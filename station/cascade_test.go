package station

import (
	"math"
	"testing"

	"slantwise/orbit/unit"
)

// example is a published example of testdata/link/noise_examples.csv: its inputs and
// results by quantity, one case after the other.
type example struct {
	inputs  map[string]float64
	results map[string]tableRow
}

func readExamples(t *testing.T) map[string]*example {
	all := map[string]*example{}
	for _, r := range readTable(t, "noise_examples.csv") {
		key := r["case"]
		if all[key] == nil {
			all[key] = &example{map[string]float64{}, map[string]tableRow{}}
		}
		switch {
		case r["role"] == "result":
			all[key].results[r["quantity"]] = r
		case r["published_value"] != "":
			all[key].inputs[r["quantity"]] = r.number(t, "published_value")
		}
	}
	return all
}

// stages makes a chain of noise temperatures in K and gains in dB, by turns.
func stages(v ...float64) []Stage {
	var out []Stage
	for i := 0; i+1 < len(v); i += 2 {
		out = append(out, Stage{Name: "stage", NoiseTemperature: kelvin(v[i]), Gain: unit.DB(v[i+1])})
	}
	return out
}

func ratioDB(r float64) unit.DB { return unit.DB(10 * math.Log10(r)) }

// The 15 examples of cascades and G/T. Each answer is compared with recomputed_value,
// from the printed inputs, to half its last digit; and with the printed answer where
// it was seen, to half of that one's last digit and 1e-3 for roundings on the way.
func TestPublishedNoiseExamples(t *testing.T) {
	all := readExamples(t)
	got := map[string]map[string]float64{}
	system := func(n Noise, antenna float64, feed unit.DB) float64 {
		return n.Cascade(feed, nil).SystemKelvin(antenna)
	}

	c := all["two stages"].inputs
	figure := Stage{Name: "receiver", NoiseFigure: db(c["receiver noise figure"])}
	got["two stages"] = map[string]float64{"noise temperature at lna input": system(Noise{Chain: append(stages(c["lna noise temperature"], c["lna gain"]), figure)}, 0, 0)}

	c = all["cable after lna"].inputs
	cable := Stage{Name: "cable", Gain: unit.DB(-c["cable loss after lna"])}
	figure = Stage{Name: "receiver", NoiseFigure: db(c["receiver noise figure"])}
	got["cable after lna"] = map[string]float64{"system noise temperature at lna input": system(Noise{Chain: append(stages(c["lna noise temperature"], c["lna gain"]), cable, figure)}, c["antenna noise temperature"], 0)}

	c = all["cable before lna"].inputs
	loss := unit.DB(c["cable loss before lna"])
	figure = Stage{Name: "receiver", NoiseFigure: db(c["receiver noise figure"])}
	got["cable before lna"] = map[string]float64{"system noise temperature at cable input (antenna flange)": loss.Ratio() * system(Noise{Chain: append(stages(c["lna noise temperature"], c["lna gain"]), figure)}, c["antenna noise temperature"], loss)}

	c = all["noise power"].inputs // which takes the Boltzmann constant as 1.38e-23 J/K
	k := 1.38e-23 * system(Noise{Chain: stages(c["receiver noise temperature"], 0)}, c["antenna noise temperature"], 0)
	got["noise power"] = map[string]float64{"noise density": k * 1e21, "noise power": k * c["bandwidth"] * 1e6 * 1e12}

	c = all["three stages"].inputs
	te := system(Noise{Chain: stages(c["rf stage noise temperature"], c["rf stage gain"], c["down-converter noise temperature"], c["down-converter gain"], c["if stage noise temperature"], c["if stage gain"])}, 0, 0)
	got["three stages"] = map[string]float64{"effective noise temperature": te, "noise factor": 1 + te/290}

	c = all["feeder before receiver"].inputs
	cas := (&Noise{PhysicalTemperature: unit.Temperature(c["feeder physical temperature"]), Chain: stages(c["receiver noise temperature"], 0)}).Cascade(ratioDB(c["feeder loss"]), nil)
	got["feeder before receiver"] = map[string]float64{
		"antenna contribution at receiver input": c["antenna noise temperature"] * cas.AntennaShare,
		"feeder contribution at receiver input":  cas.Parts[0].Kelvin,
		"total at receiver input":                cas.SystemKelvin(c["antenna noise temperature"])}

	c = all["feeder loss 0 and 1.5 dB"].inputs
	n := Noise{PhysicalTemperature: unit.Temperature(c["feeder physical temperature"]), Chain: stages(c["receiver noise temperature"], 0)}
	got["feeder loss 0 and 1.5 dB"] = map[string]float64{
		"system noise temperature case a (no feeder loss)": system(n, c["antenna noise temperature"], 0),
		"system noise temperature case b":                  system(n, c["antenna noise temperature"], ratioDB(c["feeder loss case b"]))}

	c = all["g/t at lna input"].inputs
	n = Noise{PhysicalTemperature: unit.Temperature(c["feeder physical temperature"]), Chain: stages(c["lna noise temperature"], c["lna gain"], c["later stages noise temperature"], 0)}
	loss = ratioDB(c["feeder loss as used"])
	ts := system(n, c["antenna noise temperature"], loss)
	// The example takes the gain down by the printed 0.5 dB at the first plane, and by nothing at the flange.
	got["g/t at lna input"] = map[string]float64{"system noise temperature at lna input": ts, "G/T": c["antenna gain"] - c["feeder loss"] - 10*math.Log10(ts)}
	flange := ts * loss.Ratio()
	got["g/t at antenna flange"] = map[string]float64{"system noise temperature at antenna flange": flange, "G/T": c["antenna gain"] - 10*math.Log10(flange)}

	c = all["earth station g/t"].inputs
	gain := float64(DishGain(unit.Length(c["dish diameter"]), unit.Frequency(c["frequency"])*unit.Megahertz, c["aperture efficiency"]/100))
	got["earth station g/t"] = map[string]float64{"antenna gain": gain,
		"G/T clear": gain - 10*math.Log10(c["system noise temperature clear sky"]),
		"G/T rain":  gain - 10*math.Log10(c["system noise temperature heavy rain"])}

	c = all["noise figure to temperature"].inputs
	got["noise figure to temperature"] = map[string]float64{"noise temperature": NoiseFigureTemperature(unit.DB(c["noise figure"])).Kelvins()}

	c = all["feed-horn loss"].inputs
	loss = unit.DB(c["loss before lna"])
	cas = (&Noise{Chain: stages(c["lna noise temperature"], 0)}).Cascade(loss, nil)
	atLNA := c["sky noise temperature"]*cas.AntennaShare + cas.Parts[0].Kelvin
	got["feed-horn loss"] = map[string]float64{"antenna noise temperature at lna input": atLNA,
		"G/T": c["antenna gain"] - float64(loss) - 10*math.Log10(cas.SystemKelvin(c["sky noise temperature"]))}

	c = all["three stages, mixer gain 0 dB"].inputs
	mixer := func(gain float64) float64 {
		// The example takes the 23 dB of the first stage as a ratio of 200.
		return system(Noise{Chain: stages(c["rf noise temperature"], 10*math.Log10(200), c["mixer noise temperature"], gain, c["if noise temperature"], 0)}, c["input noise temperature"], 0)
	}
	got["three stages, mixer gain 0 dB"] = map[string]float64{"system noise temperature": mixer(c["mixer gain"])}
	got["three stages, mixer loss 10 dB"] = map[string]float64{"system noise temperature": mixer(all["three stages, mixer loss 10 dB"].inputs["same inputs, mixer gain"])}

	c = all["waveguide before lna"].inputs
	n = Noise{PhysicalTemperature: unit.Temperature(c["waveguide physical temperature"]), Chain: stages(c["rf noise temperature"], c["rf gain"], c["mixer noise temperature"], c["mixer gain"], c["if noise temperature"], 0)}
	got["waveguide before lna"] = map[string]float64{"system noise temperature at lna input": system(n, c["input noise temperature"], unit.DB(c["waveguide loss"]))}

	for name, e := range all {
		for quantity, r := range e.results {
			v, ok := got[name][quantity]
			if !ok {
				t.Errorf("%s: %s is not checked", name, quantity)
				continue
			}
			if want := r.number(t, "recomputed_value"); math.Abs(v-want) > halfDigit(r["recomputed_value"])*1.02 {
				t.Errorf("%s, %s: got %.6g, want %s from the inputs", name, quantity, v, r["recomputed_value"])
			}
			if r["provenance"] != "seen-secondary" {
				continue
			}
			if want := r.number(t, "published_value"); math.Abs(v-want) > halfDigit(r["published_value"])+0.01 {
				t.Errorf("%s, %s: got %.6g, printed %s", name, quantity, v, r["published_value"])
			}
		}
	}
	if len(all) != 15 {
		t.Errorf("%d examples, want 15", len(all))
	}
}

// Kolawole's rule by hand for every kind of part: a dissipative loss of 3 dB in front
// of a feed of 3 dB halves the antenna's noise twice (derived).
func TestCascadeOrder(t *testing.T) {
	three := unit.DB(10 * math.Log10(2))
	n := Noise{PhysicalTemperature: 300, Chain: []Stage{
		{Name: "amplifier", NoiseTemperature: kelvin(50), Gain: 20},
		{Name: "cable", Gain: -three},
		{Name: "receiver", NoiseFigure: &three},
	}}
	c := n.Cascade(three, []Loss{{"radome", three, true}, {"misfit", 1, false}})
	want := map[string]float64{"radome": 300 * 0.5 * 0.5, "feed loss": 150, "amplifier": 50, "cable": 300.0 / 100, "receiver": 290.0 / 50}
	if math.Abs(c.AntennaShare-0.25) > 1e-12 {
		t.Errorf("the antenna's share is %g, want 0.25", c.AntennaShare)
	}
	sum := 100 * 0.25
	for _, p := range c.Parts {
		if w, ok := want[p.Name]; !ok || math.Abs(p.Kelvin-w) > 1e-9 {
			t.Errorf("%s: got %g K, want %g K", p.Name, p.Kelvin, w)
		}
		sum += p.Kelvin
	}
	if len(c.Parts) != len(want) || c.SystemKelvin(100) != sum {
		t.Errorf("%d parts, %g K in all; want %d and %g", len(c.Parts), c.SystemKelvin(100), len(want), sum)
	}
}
* * *
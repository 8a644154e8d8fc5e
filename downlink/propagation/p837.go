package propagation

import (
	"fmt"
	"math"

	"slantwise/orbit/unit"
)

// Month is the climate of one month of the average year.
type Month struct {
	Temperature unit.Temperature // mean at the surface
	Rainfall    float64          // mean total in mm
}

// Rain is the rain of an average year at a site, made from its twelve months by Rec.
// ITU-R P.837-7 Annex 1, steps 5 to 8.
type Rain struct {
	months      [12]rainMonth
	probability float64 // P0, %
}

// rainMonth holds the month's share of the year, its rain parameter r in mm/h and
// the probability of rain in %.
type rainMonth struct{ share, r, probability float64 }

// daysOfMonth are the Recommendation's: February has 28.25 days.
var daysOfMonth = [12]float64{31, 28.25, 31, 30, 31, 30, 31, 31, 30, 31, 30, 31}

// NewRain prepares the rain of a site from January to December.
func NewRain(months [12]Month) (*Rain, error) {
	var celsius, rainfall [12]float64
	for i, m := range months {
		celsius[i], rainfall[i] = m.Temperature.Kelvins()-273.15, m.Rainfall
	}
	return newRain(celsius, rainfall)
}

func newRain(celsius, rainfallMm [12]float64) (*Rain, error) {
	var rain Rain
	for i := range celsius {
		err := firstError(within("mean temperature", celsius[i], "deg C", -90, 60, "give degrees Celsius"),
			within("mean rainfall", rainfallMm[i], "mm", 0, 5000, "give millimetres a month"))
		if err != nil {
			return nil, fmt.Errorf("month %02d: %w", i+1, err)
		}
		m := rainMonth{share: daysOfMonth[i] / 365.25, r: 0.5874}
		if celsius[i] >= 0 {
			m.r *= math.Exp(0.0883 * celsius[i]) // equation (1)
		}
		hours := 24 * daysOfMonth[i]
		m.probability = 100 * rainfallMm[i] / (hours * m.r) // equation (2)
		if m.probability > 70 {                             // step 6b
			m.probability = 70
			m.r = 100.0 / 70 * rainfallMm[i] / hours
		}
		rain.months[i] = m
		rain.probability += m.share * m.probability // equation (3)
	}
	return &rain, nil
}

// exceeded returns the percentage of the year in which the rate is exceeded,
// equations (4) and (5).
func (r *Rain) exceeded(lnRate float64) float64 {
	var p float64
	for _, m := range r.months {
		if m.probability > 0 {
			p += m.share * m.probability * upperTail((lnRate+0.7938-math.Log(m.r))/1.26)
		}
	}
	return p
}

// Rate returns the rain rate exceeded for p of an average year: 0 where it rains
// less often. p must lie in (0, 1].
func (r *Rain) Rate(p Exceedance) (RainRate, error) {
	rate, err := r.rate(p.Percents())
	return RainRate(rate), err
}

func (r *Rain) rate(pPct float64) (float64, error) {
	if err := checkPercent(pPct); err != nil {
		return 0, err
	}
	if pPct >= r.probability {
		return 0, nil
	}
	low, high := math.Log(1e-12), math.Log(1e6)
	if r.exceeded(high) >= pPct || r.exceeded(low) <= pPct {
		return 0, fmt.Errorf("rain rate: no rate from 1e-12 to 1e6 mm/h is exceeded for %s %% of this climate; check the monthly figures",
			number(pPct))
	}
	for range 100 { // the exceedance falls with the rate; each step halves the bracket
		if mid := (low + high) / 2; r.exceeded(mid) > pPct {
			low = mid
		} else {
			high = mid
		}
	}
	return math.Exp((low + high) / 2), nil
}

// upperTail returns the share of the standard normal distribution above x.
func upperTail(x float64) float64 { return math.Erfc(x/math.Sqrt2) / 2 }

EXERCISE: Find every line in the records that uses the string "which", then copy it.

EXERCISE SOLUTION:
	c = all["noise power"].inputs // which takes the Boltzmann constant as 1.38e-23 J/K
// exceeded returns the percentage of the year in which the rate is exceeded,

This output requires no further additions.